#### [INFORMATION GIVEN]
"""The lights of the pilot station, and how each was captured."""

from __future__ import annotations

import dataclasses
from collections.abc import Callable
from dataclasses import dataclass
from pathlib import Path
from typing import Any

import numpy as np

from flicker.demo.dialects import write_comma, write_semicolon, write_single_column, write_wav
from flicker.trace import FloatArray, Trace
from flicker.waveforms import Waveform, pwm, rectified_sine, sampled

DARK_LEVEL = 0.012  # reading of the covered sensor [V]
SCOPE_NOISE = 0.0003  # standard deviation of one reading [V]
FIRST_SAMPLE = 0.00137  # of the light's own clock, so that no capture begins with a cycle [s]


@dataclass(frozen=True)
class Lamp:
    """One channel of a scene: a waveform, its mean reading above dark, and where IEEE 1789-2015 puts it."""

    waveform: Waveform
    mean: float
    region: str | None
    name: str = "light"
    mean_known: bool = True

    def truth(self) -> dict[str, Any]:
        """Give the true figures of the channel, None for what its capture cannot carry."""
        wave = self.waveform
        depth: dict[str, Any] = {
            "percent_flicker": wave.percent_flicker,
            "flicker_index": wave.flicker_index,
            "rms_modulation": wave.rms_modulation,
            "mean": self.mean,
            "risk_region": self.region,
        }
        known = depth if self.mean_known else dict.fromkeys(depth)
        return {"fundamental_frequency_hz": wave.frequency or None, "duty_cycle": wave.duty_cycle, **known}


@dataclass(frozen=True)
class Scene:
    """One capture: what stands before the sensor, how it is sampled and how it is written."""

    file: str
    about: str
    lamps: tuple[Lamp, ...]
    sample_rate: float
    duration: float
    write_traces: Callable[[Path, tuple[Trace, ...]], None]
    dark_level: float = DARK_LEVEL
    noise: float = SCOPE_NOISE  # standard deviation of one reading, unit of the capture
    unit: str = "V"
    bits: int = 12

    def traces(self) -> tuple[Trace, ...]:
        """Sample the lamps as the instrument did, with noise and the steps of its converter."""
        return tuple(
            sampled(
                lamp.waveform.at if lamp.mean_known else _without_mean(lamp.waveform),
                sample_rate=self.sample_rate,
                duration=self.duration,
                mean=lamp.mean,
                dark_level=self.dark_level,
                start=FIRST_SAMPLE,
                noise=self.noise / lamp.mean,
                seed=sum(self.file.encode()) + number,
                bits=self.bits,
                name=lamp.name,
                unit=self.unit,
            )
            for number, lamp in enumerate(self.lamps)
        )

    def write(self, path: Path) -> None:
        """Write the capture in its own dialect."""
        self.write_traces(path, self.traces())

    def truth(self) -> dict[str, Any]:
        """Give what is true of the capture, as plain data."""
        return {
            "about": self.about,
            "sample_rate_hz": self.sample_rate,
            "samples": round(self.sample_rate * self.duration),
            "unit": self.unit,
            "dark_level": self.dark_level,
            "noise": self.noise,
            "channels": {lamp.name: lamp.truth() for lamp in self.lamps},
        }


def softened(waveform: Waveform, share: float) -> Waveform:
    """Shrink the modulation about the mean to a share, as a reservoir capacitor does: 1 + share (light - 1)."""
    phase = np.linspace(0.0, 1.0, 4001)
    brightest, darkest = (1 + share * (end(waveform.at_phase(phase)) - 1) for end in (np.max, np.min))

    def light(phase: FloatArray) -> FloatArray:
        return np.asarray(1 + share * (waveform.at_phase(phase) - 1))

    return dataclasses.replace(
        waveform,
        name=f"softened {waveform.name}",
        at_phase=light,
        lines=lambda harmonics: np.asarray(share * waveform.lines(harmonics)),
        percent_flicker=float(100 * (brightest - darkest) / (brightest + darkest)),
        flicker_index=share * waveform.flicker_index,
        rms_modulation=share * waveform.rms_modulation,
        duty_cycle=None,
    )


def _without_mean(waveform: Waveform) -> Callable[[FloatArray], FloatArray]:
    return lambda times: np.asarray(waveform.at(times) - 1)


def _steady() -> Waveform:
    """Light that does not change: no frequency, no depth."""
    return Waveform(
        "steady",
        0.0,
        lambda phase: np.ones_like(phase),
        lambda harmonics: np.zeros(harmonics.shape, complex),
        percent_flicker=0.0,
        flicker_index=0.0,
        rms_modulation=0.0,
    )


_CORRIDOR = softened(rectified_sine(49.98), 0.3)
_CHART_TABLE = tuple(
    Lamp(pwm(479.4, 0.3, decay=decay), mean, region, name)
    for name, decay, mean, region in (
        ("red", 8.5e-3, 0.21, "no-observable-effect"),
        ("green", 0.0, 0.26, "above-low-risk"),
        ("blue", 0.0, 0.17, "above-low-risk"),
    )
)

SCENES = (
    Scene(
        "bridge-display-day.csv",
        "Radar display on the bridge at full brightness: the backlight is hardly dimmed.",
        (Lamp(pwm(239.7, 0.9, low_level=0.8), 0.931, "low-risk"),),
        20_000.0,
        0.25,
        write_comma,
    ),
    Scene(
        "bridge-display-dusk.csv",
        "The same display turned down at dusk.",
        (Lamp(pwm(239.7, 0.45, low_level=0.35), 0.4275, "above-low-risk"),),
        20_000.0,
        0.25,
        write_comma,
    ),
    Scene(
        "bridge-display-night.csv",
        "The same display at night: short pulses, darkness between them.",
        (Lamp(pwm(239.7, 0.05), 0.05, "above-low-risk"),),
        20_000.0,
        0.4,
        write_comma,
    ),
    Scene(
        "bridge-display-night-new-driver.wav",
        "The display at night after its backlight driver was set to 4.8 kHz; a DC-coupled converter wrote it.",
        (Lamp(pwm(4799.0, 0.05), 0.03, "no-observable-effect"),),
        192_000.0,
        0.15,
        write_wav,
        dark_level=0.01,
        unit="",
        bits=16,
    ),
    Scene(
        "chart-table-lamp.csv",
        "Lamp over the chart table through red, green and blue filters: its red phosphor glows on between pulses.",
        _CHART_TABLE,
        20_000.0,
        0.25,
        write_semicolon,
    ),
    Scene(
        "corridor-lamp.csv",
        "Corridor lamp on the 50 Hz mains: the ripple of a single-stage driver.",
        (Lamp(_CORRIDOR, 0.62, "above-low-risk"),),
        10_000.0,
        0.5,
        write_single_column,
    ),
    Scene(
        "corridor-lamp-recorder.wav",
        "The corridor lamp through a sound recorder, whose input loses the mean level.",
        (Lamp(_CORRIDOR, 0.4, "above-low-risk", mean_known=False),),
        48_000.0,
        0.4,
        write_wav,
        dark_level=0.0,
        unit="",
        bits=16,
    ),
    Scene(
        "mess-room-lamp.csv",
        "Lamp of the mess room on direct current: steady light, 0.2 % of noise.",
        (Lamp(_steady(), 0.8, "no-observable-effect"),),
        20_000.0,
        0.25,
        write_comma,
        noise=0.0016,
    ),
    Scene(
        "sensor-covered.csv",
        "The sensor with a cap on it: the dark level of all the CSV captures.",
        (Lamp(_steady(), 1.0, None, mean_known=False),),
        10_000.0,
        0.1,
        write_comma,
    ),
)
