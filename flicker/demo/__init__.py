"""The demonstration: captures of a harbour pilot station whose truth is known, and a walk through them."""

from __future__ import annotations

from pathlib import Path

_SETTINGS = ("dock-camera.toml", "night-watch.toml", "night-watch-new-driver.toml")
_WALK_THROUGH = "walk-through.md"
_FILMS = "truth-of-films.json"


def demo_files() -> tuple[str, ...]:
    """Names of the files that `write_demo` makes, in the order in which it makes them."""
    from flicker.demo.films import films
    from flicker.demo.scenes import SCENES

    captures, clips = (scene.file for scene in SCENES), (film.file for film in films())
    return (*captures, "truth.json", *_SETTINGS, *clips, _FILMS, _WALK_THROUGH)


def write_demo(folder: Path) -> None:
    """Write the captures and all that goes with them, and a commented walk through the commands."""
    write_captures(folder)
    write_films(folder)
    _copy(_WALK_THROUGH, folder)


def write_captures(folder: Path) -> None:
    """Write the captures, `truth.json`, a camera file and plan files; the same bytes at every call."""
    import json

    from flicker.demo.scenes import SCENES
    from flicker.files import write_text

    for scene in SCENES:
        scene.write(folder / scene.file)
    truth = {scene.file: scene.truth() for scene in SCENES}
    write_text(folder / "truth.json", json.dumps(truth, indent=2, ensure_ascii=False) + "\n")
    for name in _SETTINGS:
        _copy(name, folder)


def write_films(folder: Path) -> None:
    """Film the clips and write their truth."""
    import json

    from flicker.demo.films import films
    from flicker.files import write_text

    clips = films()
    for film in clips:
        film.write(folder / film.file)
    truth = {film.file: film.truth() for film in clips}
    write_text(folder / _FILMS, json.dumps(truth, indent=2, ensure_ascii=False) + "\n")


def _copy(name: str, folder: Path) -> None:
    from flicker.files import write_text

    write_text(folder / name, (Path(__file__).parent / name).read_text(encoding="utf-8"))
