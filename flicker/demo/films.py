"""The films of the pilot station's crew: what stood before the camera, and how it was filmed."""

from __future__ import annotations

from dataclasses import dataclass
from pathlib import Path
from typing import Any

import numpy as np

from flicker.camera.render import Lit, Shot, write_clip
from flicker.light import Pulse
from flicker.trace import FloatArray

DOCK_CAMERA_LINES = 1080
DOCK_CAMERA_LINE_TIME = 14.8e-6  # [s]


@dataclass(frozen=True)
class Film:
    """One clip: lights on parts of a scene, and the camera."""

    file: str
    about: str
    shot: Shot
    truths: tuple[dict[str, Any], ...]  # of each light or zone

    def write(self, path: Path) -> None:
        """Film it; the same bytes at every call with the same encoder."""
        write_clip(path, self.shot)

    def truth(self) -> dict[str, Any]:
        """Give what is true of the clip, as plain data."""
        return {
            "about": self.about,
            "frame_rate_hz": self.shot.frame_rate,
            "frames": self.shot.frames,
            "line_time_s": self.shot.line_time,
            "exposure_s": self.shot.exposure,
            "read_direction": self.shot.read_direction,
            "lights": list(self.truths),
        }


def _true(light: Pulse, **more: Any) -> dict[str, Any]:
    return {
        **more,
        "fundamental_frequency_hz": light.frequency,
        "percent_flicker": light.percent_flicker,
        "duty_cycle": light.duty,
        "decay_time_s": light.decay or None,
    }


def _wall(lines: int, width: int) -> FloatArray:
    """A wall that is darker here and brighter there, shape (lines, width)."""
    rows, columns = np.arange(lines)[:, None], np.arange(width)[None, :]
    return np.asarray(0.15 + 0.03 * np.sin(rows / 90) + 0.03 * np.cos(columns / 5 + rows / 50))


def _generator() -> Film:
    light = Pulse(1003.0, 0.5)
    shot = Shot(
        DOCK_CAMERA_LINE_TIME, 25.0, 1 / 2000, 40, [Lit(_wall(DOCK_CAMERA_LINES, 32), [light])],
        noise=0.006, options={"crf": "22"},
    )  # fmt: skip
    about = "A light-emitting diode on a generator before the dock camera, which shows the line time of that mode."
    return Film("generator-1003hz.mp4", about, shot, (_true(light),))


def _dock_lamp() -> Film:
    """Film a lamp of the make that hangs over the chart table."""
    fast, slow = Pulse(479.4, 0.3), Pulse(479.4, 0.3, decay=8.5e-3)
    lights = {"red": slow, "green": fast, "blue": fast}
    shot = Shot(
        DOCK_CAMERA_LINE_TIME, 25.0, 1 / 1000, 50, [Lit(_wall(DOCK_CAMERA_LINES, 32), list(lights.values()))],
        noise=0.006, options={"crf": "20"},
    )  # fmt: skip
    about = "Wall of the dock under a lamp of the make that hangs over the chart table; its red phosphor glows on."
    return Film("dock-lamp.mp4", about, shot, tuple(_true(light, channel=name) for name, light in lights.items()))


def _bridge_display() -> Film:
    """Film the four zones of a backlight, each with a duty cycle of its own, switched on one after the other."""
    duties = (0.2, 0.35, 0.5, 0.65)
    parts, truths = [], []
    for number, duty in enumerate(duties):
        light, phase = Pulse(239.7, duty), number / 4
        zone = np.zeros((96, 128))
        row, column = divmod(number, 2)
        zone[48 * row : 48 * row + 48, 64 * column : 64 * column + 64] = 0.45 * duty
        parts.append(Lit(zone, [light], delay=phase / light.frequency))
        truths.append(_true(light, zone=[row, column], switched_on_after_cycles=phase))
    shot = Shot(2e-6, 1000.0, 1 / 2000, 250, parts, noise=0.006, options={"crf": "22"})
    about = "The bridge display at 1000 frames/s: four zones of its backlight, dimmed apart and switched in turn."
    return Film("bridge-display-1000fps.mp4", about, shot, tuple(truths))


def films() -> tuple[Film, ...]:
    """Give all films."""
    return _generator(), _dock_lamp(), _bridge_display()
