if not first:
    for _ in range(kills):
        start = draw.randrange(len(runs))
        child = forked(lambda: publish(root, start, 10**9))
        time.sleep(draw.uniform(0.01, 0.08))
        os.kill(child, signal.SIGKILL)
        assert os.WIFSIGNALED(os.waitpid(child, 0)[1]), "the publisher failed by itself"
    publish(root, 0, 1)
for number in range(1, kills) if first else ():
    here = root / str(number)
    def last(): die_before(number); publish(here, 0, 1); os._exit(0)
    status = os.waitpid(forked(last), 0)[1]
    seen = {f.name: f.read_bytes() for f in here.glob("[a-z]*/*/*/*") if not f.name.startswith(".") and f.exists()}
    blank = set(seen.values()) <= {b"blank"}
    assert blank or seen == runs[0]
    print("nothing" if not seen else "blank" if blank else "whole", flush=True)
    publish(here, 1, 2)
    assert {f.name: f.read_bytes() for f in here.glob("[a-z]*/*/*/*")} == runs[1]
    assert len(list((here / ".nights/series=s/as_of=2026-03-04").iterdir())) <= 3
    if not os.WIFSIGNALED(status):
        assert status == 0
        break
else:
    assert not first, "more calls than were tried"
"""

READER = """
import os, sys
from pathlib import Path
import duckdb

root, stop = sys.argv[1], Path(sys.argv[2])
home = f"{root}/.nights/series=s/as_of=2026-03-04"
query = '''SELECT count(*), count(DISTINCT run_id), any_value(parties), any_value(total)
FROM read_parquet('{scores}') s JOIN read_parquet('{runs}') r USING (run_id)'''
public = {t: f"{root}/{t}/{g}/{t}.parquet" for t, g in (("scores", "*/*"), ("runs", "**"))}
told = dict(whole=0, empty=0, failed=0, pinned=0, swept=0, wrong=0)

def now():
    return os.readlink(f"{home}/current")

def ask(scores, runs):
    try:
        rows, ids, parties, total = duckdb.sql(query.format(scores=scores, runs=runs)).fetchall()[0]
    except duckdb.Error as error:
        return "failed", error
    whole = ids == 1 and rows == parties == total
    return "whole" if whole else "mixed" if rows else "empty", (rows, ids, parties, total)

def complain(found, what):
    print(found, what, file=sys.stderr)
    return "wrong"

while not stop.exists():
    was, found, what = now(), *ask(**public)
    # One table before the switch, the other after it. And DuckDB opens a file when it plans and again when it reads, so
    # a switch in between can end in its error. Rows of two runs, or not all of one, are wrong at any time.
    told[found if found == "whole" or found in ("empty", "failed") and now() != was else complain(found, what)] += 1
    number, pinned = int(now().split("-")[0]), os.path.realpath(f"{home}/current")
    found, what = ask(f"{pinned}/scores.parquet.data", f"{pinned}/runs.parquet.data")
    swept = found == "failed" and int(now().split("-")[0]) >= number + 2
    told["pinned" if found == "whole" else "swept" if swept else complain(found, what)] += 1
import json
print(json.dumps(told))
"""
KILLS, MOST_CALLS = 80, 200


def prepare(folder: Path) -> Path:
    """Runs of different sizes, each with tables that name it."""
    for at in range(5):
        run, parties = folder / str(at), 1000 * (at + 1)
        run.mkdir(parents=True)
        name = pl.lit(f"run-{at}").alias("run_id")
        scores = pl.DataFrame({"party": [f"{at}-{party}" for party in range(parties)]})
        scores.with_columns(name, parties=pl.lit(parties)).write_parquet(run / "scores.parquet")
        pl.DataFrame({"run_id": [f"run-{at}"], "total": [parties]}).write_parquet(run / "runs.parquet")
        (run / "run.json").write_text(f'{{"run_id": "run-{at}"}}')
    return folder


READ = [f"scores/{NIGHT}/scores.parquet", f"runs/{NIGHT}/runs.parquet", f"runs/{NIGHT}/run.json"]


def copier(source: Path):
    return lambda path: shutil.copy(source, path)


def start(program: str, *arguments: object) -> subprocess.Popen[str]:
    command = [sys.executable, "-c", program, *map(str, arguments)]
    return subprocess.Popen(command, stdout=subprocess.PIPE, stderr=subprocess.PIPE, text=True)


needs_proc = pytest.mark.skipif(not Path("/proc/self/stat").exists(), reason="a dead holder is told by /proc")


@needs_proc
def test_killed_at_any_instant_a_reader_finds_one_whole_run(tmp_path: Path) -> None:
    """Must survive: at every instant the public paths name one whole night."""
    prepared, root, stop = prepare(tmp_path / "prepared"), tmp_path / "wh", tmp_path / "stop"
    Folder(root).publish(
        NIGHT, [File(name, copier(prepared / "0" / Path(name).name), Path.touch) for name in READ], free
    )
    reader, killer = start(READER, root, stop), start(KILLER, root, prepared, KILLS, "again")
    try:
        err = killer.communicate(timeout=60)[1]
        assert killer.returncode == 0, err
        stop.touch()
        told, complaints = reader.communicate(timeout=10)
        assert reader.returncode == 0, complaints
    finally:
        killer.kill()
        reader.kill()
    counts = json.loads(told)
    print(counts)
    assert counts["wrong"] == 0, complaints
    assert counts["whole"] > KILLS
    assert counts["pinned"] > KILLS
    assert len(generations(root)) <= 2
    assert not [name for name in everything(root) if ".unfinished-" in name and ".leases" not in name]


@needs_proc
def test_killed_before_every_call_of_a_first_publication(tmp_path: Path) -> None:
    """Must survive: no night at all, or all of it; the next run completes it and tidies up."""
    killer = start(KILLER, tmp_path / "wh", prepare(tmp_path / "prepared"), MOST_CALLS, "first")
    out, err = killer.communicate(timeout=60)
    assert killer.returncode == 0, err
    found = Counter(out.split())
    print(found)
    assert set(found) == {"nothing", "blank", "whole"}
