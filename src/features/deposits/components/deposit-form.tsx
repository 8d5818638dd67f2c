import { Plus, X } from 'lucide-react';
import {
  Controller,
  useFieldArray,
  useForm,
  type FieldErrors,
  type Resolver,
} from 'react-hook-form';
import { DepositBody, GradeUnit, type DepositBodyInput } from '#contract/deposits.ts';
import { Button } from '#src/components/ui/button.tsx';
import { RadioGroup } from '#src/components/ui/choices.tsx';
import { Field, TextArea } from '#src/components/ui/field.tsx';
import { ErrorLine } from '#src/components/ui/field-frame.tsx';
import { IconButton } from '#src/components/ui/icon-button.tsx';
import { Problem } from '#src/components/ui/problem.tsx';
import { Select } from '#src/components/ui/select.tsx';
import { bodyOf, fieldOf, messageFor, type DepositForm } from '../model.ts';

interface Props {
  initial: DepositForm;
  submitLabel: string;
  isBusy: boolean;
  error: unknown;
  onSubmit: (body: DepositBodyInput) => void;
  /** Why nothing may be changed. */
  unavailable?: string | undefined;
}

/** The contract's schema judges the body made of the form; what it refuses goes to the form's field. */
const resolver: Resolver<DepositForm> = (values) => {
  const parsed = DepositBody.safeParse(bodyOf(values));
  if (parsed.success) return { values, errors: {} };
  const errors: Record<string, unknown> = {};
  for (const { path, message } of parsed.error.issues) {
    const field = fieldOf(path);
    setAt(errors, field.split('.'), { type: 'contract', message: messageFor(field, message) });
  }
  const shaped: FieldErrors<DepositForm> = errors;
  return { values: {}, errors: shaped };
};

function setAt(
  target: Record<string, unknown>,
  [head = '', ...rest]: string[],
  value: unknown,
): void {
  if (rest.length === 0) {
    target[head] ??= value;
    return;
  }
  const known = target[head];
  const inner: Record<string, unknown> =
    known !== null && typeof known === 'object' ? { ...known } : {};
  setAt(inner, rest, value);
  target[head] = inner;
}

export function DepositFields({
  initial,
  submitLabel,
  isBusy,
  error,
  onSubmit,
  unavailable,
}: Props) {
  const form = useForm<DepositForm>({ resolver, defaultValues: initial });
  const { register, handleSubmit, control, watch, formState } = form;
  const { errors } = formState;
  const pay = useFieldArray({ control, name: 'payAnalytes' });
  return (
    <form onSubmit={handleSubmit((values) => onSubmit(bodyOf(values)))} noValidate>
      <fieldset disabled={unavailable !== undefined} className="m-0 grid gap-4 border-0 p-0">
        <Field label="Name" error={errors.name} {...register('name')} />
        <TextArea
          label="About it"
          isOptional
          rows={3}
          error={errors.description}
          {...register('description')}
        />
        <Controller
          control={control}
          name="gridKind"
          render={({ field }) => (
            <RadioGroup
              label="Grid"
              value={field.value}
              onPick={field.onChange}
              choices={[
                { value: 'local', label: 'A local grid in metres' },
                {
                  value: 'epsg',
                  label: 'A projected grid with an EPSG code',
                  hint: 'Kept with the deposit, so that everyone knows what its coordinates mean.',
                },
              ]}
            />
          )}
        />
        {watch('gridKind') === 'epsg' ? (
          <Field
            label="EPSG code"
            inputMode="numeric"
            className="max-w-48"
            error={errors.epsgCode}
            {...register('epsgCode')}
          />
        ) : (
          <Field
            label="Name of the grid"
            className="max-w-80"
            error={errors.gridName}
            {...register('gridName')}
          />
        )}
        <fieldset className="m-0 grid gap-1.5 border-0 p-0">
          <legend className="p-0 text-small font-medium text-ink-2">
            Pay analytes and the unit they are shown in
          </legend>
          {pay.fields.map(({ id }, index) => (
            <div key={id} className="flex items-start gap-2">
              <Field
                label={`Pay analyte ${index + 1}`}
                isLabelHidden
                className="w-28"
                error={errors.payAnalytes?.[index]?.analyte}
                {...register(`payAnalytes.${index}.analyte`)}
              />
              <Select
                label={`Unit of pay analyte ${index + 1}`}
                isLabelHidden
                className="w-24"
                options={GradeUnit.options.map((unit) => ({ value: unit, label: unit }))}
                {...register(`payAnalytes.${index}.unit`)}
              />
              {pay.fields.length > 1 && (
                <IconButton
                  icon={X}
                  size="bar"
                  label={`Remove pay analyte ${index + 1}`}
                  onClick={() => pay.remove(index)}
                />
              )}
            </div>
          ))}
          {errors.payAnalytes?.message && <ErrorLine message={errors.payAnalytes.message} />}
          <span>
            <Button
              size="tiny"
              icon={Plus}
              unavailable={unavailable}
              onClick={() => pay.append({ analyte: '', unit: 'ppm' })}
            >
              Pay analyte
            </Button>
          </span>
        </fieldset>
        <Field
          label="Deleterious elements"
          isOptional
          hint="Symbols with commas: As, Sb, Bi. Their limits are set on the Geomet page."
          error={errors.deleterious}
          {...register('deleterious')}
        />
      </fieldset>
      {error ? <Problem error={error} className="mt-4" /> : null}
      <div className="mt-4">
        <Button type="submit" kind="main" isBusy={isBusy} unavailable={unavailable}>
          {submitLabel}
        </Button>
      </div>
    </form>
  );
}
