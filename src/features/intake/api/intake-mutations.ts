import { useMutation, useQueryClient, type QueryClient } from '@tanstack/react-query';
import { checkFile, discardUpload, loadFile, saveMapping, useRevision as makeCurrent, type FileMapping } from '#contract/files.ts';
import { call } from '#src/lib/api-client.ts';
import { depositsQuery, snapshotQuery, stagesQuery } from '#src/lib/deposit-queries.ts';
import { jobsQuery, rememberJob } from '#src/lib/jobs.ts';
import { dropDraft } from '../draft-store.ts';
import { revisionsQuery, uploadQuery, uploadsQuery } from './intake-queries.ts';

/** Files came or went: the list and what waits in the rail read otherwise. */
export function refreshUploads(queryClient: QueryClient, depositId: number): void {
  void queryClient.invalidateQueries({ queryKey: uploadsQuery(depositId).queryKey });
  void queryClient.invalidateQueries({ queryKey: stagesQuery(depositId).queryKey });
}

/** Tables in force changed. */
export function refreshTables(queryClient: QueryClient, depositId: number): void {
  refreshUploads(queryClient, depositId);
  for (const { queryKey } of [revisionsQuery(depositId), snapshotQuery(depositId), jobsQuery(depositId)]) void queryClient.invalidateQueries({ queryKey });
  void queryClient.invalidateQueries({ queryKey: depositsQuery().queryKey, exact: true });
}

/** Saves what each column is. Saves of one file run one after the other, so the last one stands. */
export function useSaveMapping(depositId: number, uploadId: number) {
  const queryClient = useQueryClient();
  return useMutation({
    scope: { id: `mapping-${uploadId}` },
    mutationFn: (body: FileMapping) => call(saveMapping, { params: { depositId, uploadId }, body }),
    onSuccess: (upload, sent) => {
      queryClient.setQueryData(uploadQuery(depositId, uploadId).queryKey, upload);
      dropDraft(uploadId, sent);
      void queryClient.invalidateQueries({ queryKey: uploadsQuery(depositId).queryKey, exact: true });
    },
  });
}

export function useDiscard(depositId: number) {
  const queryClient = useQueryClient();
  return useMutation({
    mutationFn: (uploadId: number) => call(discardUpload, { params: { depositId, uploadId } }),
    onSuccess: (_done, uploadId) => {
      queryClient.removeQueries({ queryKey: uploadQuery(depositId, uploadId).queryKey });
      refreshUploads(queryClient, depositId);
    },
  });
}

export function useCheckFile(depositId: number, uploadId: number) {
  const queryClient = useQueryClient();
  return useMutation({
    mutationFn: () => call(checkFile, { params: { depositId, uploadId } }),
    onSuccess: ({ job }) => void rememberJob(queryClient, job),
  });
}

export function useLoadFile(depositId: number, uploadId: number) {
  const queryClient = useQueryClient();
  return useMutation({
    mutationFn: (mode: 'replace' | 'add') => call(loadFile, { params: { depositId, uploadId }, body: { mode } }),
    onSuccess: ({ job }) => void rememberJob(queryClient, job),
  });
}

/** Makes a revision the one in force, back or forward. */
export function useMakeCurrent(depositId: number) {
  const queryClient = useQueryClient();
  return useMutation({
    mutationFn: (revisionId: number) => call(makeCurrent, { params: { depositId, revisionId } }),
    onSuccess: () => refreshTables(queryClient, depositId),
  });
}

#### [EXERCISE REQUIREMENTS]
Reply by stating only how many lines in the listing hold the word "gridName".

#### [TASK SOLUTION]
2